Он протянул руку и взял этот предмет. К своему удивлению, предмет оказался хорошо знакомой ему книгой, которую Василий никак не ожидал увидеть здесь. Это были повести Гоголя.

– Ну и ну! Хома, это что еще за боеприпас такой!

Малышев сунул книгу в яркий проем люка над головой.

– А что? Я всегда вожу ее с собой. Места не занимает, а для души лучшего средства не найти.

– Ты знаешь, у меня дома осталась такая книга. Я жуть, как любил читать эти повести. Особенно «Тараса Бульбу». До чего ж сильная вещь, прямо дух захватывает! Откуда у тебя эта книга? Редкая штука!

– А мне батько с ярмарки книжку привез, из Зенькова! Привез и говорит: «Читай, сынку, про наших казаков, как жили и умирали!». Я сперва не разобрался в этих рассказах, а как дошел до «Тараса Бульбы», так и обмер. Веришь, плакал, как дитё, в конце, когда жгли атамана. Какие люди были! Как погибали! Разве сейчас есть такие могучие люди?!

– Ну, ты не говори! Мы тоже не слабо воюем!

– Хм, – усмехнулся Карпенко. – Да разве сейчас так воюют! Бьют людей, как мух, даже не видя друг друга.
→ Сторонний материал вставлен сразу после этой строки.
package server

import (
	"cmp"

	"tripwell/forms"
	"tripwell/store"
)

// chainShown is a device's place on the protection map: what is ahead of it, and what goes dark with it.
type chainShown struct {
	Circuit  link
	Breaker  string
	Cover    mark
	Ahead    []runShown // nearest first
	Behind   []runShown // critical loads first
	Critical string
	Dark     string // heading of what goes dark
	Loops    []string
	Marking  string // what an outlet without an equipment ground carries
	Order    link
	Foreign  string // its source hangs on another circuit than it does
}

// deviceChain reads a device's chain; portable items have none.
func (s *Server) deviceChain(v *store.View, d store.Device, today forms.Day, change bool) (*chainShown, error) {
	if d.Place.ID == "" || d.Retired {
		return nil, nil
	}
	p, err := v.ProtectionOf(d.ID, today)
	if err != nil {
		return nil, err
	}
	k, own := s.ink(), store.OnMap{}
	own, _ = p.Device(d.ID)
	out := &chainShown{Cover: s.coverMark(p, own), Loops: s.loops(p)}
	if id, _ := d.Fields["circuit"].(string); id != "" {
		c, _, _, err := v.Circuit(id)
		if err == nil {
			out.Circuit, out.Breaker = link{Href: "/circuits/" + c.ID, Text: circuit(d.DeviceRow)}, joined(s.breaker(c), s.conductor(c))
			if change {
				out.Order = link{Href: "/circuits/" + c.ID + "/order", Text: k.say("office.circuit.order")}
			}
		}
	}
	if own.EquipmentGround == forms.NoGroundPermitted && forms.IsOutlet(own.Kind) {
		out.Marking = k.say("office.protection.carries", "marking", k.say("office.protection.marking."+forms.MarkingFor(own.Kind)))
	}
	for _, id := range p.Ahead(d.ID) {
		if ahead, ok := p.Device(id); ok {
			out.Ahead = append(out.Ahead, s.chainRow(p, ahead))
		}
	}
	if source, ok := p.Device(own.Source); ok && source.Panel+source.Circuit != own.Panel+own.Circuit && circuit(source.DeviceRow) != "" {
		out.Foreign = k.say("office.protection.foreign", "source", s.spotIn(source.DeviceRow), "circuit", circuit(source.DeviceRow), "own", cmp.Or(circuit(own.DeviceRow), dash))
	}
	lost := p.Lost(d.ID)
	_, out.Critical = s.goesDark(lost)
	for _, behind := range lost {
		if behind.ID != d.ID && !behind.Retired {
			out.Behind = append(out.Behind, s.chainRow(p, behind))
		}
	}
	out.Dark = k.say("office.protection.dark", "n", len(out.Behind))
	return out, nil
}

func (s *Server) chainRow(p *store.Protection, d store.OnMap) runShown {
	return runShown{Href: "/devices/" + d.ID, Spot: s.spot(d.DeviceRow), What: joined(s.ink().named("kind", d.Kind), d.Place.Context(), circuit(d.DeviceRow)), Critical: d.Place.CriticalLoad, Cover: s.coverMark(p, d)}
}
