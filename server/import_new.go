package server

import (
	"bytes"
	"errors"
	"io"
	"net/http"
	"path/filepath"

	"github.com/labstack/echo/v4"

	"tripwell/export/intake"
	"tripwell/export/register"
	"tripwell/store"
)

// importPage asks for a file.
type importPage struct {
	Frame
	Crumbs        []link
	Heading, Lead string
	Wrong         string
	Columns       []link // what a register may hold
	Kept          keptList
}

func (s *Server) importNew(c echo.Context) error {
	return s.importAsk(c, http.StatusOK, "")
}

func (s *Server) importAsk(c echo.Context, status int, wrong string) error {
	k := s.ink()
	p := importPage{Frame: s.frame(c, k.say("intake.title"), "sites"), Crumbs: []link{{Href: "/sites", Text: k.say("office.nav.sites")}}, Heading: k.say("intake.heading"), Lead: k.say("intake.lead"), Wrong: wrong}
	for _, name := range register.ColumnNames() {
		p.Columns = append(p.Columns, link{Text: k.say("intake.column." + name)})
	}
	kept, err := s.keptColumns(ofRegister, nil)
	if err != nil {
		return err
	}
	p.Kept = keptList{"/import/columns", kept}
	return s.page(c, status, "import.html", p)
}

// importTake keeps the file a manager chose, and goes on to its preview. A file that cannot be one is told at once.
func (s *Server) importTake(c echo.Context) error {
	u, err := uploadOf(c)
	if err == nil {
		u.mapping, err = register.ParseMapping(u.kept)
	}
	if err == nil {
		u.person = person(c).ID
		if err = s.looksRight(c, &u); err == nil {
			return toPage(c, "/import/"+s.imports.put(u, s.store.Now()))
		}
	}
	w, fault := wrongOf(err)
	if fault {
		return err
	}
	return s.importAsk(c, http.StatusUnprocessableEntity, w.Text)
}

// looksRight opens the file once, so that one that is no sheet is refused before anything is asked about it.
func (s *Server) looksRight(c echo.Context, u *upload) error {
	p, err := s.prepared(c, *u)
	if err == nil {
		u.shapes = p.Shapes
	}
	return err
}

// uploadOf reads the file, and the columns kept from an earlier one, out of a multipart form without temporary files.
func uploadOf(c echo.Context) (u upload, err error) {
	parts, err := c.Request().MultipartReader()
	if err != nil {
		return u, refuse(codeInvalid, "file", "No file came along. Choose a CSV or XLSX file and send it again.")
	}
	for {
		part, err := parts.NextPart()
		if errors.Is(err, io.EOF) {
			break
		}
		if err != nil {
			return u, formError(err)
		}
		raw, err := io.ReadAll(io.LimitReader(part, uploadBytes+1))
		switch {
		case err != nil:
			return u, formError(err)
		case len(raw) > uploadBytes:
			return u, refuse(codeTooLarge, "file", "The file is larger than 10 MiB. Import it in parts, one site a file, or use the command tripwell import.")
		}
		switch part.FormName() {
		case "file":
			u.name, u.raw = shortName(part.FileName()), raw
		case "map":
			u.kept = raw
		case "what":
			u.said = string(raw)
		}
	}
	if len(u.raw) == 0 {
		return u, refuse(codeInvalid, "file", "No file came along, or it is empty. Choose a CSV or XLSX file and send it again.")
	}
	return u, nil
}

// shortName is a file's name without the folders some browsers send.
func shortName(s string) string {
	r := []rune(filepath.Base(filepath.ToSlash(s)))
	if len(r) > 80 {
		r = append(r[:80], '…')
	}
	return string(r)
}

// prepared takes an upload apart and compares it with the register. One at a time: see importArea.
func (s *Server) prepared(c echo.Context, u upload) (*register.Prepared, error) {
	done, err := s.imports.take(c.Request().Context())
	if err != nil {
		return nil, err
	}
	defer done()
	return register.Prepare(s.store, u.name, bytes.NewReader(u.raw), register.Options{By: person(c).ID, Mapping: u.mapping, NewTags: u.newTags, Caps: intake.Caps{Bytes: uploadBytes, Unpacked: 64 << 20, Cells: 1_000_000}})
}

// uploadFor reads the upload an address names.
func (s *Server) uploadFor(c echo.Context) (upload, error) {
	return s.imports.get(c.Param("upload"), person(c).ID, s.store.Now())
}

// importDo imports what the preview showed. What the store refuses is told on the preview; whole rows are in or not.
func (s *Server) importDo(c echo.Context, u upload) error {
	p, err := s.prepared(c, u)
	if err != nil {
		return err
	}
	rejects := p.Rejects()
	report, err := p.Append(c.Request().Context(), s.store, nil)
	var refused *store.Error
	if errors.As(err, &refused) {
		u.note = s.words.Say("intake.stopped", "why", refused.Text)
		s.imports.change(u)
		return toPage(c, "/import/"+u.id)
	}
	if err != nil {
		return err
	}
	u.done, u.rejects, u.note = &report, rejects, ""
	s.imports.change(u)
	return toPage(c, "/import/"+u.id)
}
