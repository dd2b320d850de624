package server

import (
	"archive/zip"
	"bytes"
	"crypto/sha256"
	"encoding/hex"
	"fmt"
	"image"
	"image/jpeg"
	"io"
	"log/slog"
	"net/http"
	"net/url"
	"strings"
	"sync"
	"testing"
	"time"

	"tripwell/store"
)

// elsewhere are the ways of writing another site's address that have fooled programs which meant to take own paths only.
var elsewhere = []string{
	"https://evil.example/", "//evil.example/", "///evil.example/", `/\evil.example`, `\\evil.example`, `/\/evil.example`, "https:evil.example", "http:///evil.example",
	"/\tevil.example", "/\n//evil.example", " //evil.example", "%2f%2fevil.example", "javascript:alert(1)", "data:text/html,x", "//evil.example\\@own", "/x\r\nSet-Cookie: a=b", "https://own@evil.example/",
}

// leaves reports that a browser which follows Location comes to another host.
func leaves(t *testing.T, location string) bool {
	t.Helper()
	base := mustURL(t, "https://own.example/a/b")
	to, err := base.Parse(strings.ReplaceAll(strings.TrimSpace(location), `\`, "/")) // browsers read \ as /
	return err != nil || location != "" && (to.Host != "own.example" || to.Scheme != "https")
}

// No parameter and no path of any route leads a browser to another site.
func TestSafety_RedirectsStayHere(t *testing.T) {
	r := newRig(t, 1)
	b := r.signIn(r.manager)
	r.setPassword(r.crew, words)
	for _, evil := range elsewhere {
		q := url.Values{}
		for _, name := range []string{"next", "back", "return", "url", "to", "redirect", "link", "said"} {
			q.Set(name, evil)
		}
		var got []answer
		for _, route := range publicRoutes() {
			if route.method == get && !strings.HasPrefix(route.path, "/exchange/") && !strings.Contains(route.path, ":making") {
				path := strings.NewReplacer(":site", r.site, ":device", r.devices[0], ":tag", url.PathEscape(evil), "*", url.PathEscape(evil)).Replace(route.path)
				for _, who := range []*http.Client{b, browser(t)} {
					if evil == elsewhere[0] || strings.HasPrefix(path, "/in") || strings.HasPrefix(path, "/t/") {
						got = append(got, r.open(who, path+"?"+q.Encode()))
					}
				}
			}
		}
		token, err := r.store.NewLink(r.crew.ID, time.Hour)
		must(t, err)
		got = append(got, r.submit(browser(t), "/in", url.Values{"link": {token}, "next": {evil}}.Encode()), r.submit(browser(t), "/in", url.Values{"link": {evil}}.Encode()),
			r.submit(browser(t), "/in/"+token, url.Values{"next": {evil}}.Encode()),
			r.submit(browser(t), "/in/password", url.Values{"name": {r.crew.Name}, "password": {words}, "next": {evil}}.Encode()))
		for _, res := range got {
			if leaves(t, res.header.Get("Location")) || len(res.header.Values("Set-Cookie")) > 1 {
				t.Errorf("%q: led to %q", evil, res.header.Get("Location"))
			}
			if strings.Contains(res.body, `href="`+evil) || strings.Contains(res.body, `action="`+evil) {
				t.Errorf("%q stands on a page as a way to go", evil)
			}
		}
	}
	for _, path := range []string{"//evil.example/", `/\evil.example/`, "/%2f%2fevil.example", "/%5cevil.example", "//evil.example/..", "/in//evil.example"} {
		res := r.open(browser(t), path)
		if leaves(t, res.header.Get("Location")) {
			t.Errorf("the path %q led to %q", path, res.header.Get("Location"))
		}
	}
}

// No path reaches a file that is not meant to be read.
func TestSafety_PathsLeadNowhereElse(t *testing.T) {
	r := newRig(t, 1)
	h := r.enrol(r.crew)
	entry := h.entry(r.devices[0], 4.5)
	h.push(entry.bytes(t))
	b := r.signIn(r.manager)
	root := r.server.assets.root()
	for _, up := range []string{"../", "..%2f", "%2e%2e/", "%2e%2e%2f", `..\`, "..%5c", "....//", "%252e%252e%252f"} {
		for _, file := range []string{"book.db", "keys/head.key", "layout.html", "server.go", "words/en.json"} {
			for _, at := range []string{root, "/assets/", "/entries/" + entry.ID + "/photos/", "/records/" + entry.ID + "/photos/", "/import/x/", "/workbook/x/"} {
				res := r.open(b, at+strings.Repeat(up, 4)+file)
				if res.status == 200 && !strings.Contains(res.header.Get("Content-Type"), "text/html") {
					t.Errorf("%s%s%s: was answered with %d bytes", at, up, file, len(res.body))
				}
				if strings.Contains(res.body, "PRIVATE KEY") || strings.Contains(res.body, `{{define`) {
					t.Errorf("%s%s%s gave what is not to be read", at, up, file)
				}
			}
		}
	}
	for _, name := range []string{"../../book.db", "..", "", strings.Repeat("0", 64) + "/../x"} {
		res := h.send("/exchange/photo?entry="+entry.ID+"&sha256="+url.QueryEscape(name), []byte("x"))
		if res.status == 200 {
			t.Errorf("a photo was kept under %q", name)
		}
	}
}

// What pretends to be a picture is not kept, and nothing that was taken is ever shown as a page.
func TestSafety_UploadsThatAreSomethingElse(t *testing.T) {
	r := newRig(t, 1)
	h := r.enrol(r.crew)
	var good bytes.Buffer
	must(t, jpeg.Encode(&good, image.NewGray(image.Rect(0, 0, 40, 30)), nil))
	huge := bytes.Clone(good.Bytes())
	for i := 0; i+9 < len(huge); i++ { // ITU-T T.81, B.2.2: SOF0, length, precision, lines, samples per line
		if huge[i] == 0xff && huge[i+1] == 0xc0 {
			copy(huge[i+5:], []byte{0xff, 0xff, 0xff, 0xff})
		}
	}
	script := `<svg xmlns="http://www.w3.org/2000/svg" onload="alert(1)"/>`
	for name, raw := range map[string][]byte{
		"SVG": []byte(script), "HTML": []byte("<!doctype html><script>alert(1)</script>"), "GIF": []byte("GIF89a/*" + script + "*/"), "a program": []byte("\x7fELF\x02\x01\x01"),
		"the first bytes of a picture": append([]byte("\xff\xd8\xff\xe0"), script...), "65535 × 65535": huge, "a zip": []byte("PK\x03\x04"), "nothing": {},
	} {
		sum := sha256.Sum256(raw)
		entry := h.entry(r.devices[0], 4.5)
		entry.Body.(set)["photos"] = []string{hex.EncodeToString(sum[:])}
		h.push(entry.bytes(t))
		if res := h.send("/exchange/photo?entry="+entry.ID+"&sha256="+hex.EncodeToString(sum[:]), raw); res.status == 200 {
			t.Errorf("%s was kept as a photo", name)
		}
		b := r.signIn(r.manager)
		if res := r.open(b, "/entries/"+entry.ID+"/photos/"+hex.EncodeToString(sum[:])); res.status == 200 {
			t.Errorf("%s is shown as a photo", name)
		}
	}
	// A picture with a page behind it is a picture: it is served as one, and no browser may read it otherwise.
	both := append(bytes.Clone(good.Bytes()), "<script>alert(1)</script>"...)
	sum := sha256.Sum256(both)
	name := hex.EncodeToString(sum[:])
	entry := h.entry(r.devices[0], 4.5)
	entry.Body.(set)["photos"] = []string{name}
	h.push(entry.bytes(t))
	if h.send("/exchange/photo?entry="+entry.ID+"&sha256="+name, both).status == 200 {
		res := r.open(r.signIn(r.manager), "/entries/"+entry.ID+"/photos/"+name)
		if res.header.Get("Content-Type") != "image/jpeg" || res.header.Get("X-Content-Type-Options") != "nosniff" || !strings.Contains(res.header.Get("Content-Security-Policy"), "default-src 'none'") {
			t.Errorf("a picture with a page behind it is served as %q, %q", res.header.Get("Content-Type"), res.header.Get("X-Content-Type-Options"))
		}
	}
	// Files for import: names that are paths, names that are markup, and zeros packed a thousandfold.
	b := r.signIn(r.manager)
	var bomb bytes.Buffer
	z := zip.NewWriter(&bomb)
	part, err := z.Create("xl/worksheets/sheet1.xml")
	must(t, err)
	_, err = io.CopyN(part, zeros{}, 80<<20)
	must(t, err)
	must(t, z.Close())
	for name, raw := range map[string][]byte{"../../../book.db": []byte("a,b\n1,2\n"), `<img src=x onerror=alert(1)>.csv`: []byte("a,b\n1,2\n"), "bomb.xlsx": bomb.Bytes(), "con\x00.csv": []byte("a,b\n1,2\n")} {
		res := r.upload(b, name, raw, "")
		if strings.Contains(res.body, "<img src=x") || res.status >= 500 {
			t.Errorf("a file named %q: got %d", name, res.status)
		}
		if name == "bomb.xlsx" && res.status == 303 {
			t.Error("the bomb was taken")
		}
	}
}

type zeros struct{}

func (zeros) Read(p []byte) (int, error) { clear(p); return len(p), nil }

// safeLog is a log that many write and a test reads.
type safeLog struct {
	mu sync.Mutex
	b  bytes.Buffer
}

func (l *safeLog) Write(p []byte) (int, error) { l.mu.Lock(); defer l.mu.Unlock(); return l.b.Write(p) }
func (l *safeLog) String() string              { l.mu.Lock(); defer l.mu.Unlock(); return l.b.String() }

// Whatever signs somebody in is not in the log, at its most talkative, right or wrong, nor in what is told of an error.
func TestSafety_SecretsAreNeverLogged(t *testing.T) {
	r := newRig(t, 1)
	log := &safeLog{}
	public, _ := r.serveWith(Options{Log: slog.New(slog.NewTextHandler(log, &slog.HandlerOptions{Level: slog.LevelDebug}))})
	r.url = "http://" + public
	secrets := map[string]string{}
	for i, p := range []store.Person{r.manager, r.crew} {
		token, err := r.store.NewLink(p.ID, time.Hour)
		must(t, err)
		secrets[fmt.Sprintf("link %d", i)] = token
		r.open(browser(t), "/in/"+token+"?next=/field")
		b := browser(t)
		r.submit(b, "/in/"+token, "")
		r.submit(b, "/in/"+token, "") // again, refused
		for _, c := range b.Jar.Cookies(mustURL(t, r.url)) {
			secrets[fmt.Sprintf("session %d", i)] = c.Value
		}
	}
	code, err := r.store.NewCode(r.crew.ID)
	must(t, err)
	secrets["code"] = code
	r.submit(browser(t), "/in", url.Values{"link": {code}}.Encode())
	r.submit(browser(t), "/in", url.Values{"link": {code}}.Encode())
	b := r.setPassword(r.crew, words)
	secrets["password"], secrets["wrong password"], secrets["name tried"] = words, "wrong horse battery", "Somebody Who Typed A Password Here"
	r.tryPassword(browser(t), r.crew.Name, words)
	r.tryPassword(browser(t), r.crew.Name, "wrong horse battery")
	r.tryPassword(browser(t), "Somebody Who Typed A Password Here", words)
	feed := r.submit(b, "/reminders/calendar", "")
	if _, after, ok := strings.Cut(feed.body, "/calendar/"); ok {
		secrets["calendar"], _, _ = strings.Cut(after, ".ics")
		r.open(browser(t), "/calendar/"+secrets["calendar"]+".ics")
	}
	r.submit(r.signIn(r.manager), "/mail", url.Values{"host": {"mail.invalid"}, "port": {"587"}, "tls": {"starttls"}, "user": {"x"}, "password": {"mail-secret-77"}, "from": {"a@mail.invalid"}, "link": {"https://x.example"}}.Encode())
	secrets["mail password"] = "mail-secret-77"
	h := r.enrol(r.crew)
	secrets["bearer"] = h.token
	h.push(h.entry(r.devices[0], 4.5).bytes(t))
	h.token = "not-a-token-" + h.token
	h.fetch("/exchange/logs")
	h.fetch("/exchange/logs?token=" + h.token)
	said := log.String()
	if !strings.Contains(said, "route=/in/:token") || !strings.Contains(said, "route=/exchange/push") || secrets["calendar"] == "" {
		t.Fatalf("the log holds less than was done (calendar %q):\n%.2000s", secrets["calendar"], said)
	}
	for name, secret := range secrets {
		for _, form := range []string{secret, url.QueryEscape(secret), url.PathEscape(secret)} {
			if secret != "" && strings.Contains(said, form) {
				t.Errorf("the log holds a %s", name)
			}
		}
	}
}

// A fault tells its reader a reference and nothing of how the server is made.
func TestSafety_ErrorsTellNothingOfTheInside(t *testing.T) {
	r := newRig(t, 1)
	b := r.signIn(r.manager)
	for _, route := range publicRoutes() {
		for _, param := range []string{"%00", "'", "..", strings.Repeat("9", 300), "%ff%fe", "${7*7}", "{{.}}"} {
			path := route.path
			for _, name := range []string{":site", ":device", ":entry", ":photo", ":panel", ":circuit", ":defect", ":act", ":record", ":round", ":plan", ":set", ":kind", ":task", ":instrument", ":upload", ":file", ":making", ":person", ":phone", ":tag", ":token"} {
				path = strings.ReplaceAll(path, name, param)
			}
			if route.method != get || path == route.path || strings.Contains(path, ":") || param == "%00" && len(path) > 200 {
				continue
			}
			res := r.open(b, path+"?limit="+param+"&site="+param)
			if res.status >= 500 {
				t.Errorf("%s with %.12q: got %d", route.path, param, res.status)
			}
			for _, inside := range []string{"goroutine", ".go:", "runtime error", "bbolt", "/tmp/", "echo.", "strconv.", "json:"} {
				if strings.Contains(res.body, inside) {
					t.Errorf("%s with %.12q tells %q", route.path, param, inside)
				}
			}
		}
	}
}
А раньше с саблей выйдешь на вражину, и станет сразу видно, кто есть воин, а кто так – песий хвост!

– Ниче, ты со своим зверем не слабше, идти в открытую на фрицевские позиции под ураганом снарядов!

– Не скажи, Васылю, – покачал головой Хома. – Это дело случая – останешься жить в такой атаке, или сгоришь, как факел… Тут не выбираешь смерть, она сама тебя ищет.

– Да брось, Хома! – с горячим убеждением возразил Василий. – Мы сами идем ей навстречу, через «не могу»!..

Голос Меленчука прервал их.

– Товарищ командир, все готово, будьте ласка с товарищем старшим лейтенантом пройти в схрон.

Карпенко подмигнул Малышеву:

– Пошли, Васылю, чего время терять. Сверим наши карты и твой самогон. Я почему-то думаю, что мой покруче будет!

– Круче зелья нашего Волокушина не бывает. Он его достает у самого зеленого змия!

– Ох, ты! Я испугался, задрожал! Поджал хвост и убежал!.. – хохотнул Хома.

Через час, до лежавшего чуть поодаль экипажа Карпенко донеслись энергичные возгласы их командира и его гостя:

– Не понял, надо бы еще сверить… Не, лишней каплей это не пробить… Забоялся, точно… мое снадобье со второго выстрела наповал валит… а я по холостому и не пробую, давай полный заряд!..

– Можа и нам чего предложат, – со вздохом предположил Сашка. – Не чужие, чай!

– Умолкни! – лениво, не открывая глаз, процедил Колодяжный. – Нашему лейтенанту сейчас не до нас. Как бы перед пехотой не опозориться! Как малец, – разошелся, а хватки на это дело нету!

– Точно! Ихний лейтенант, по роже видать, тот еще хват…

– Хм, какая разница, самогон скоро их обоих уравняет, – ухмыльнулся Колодяжный.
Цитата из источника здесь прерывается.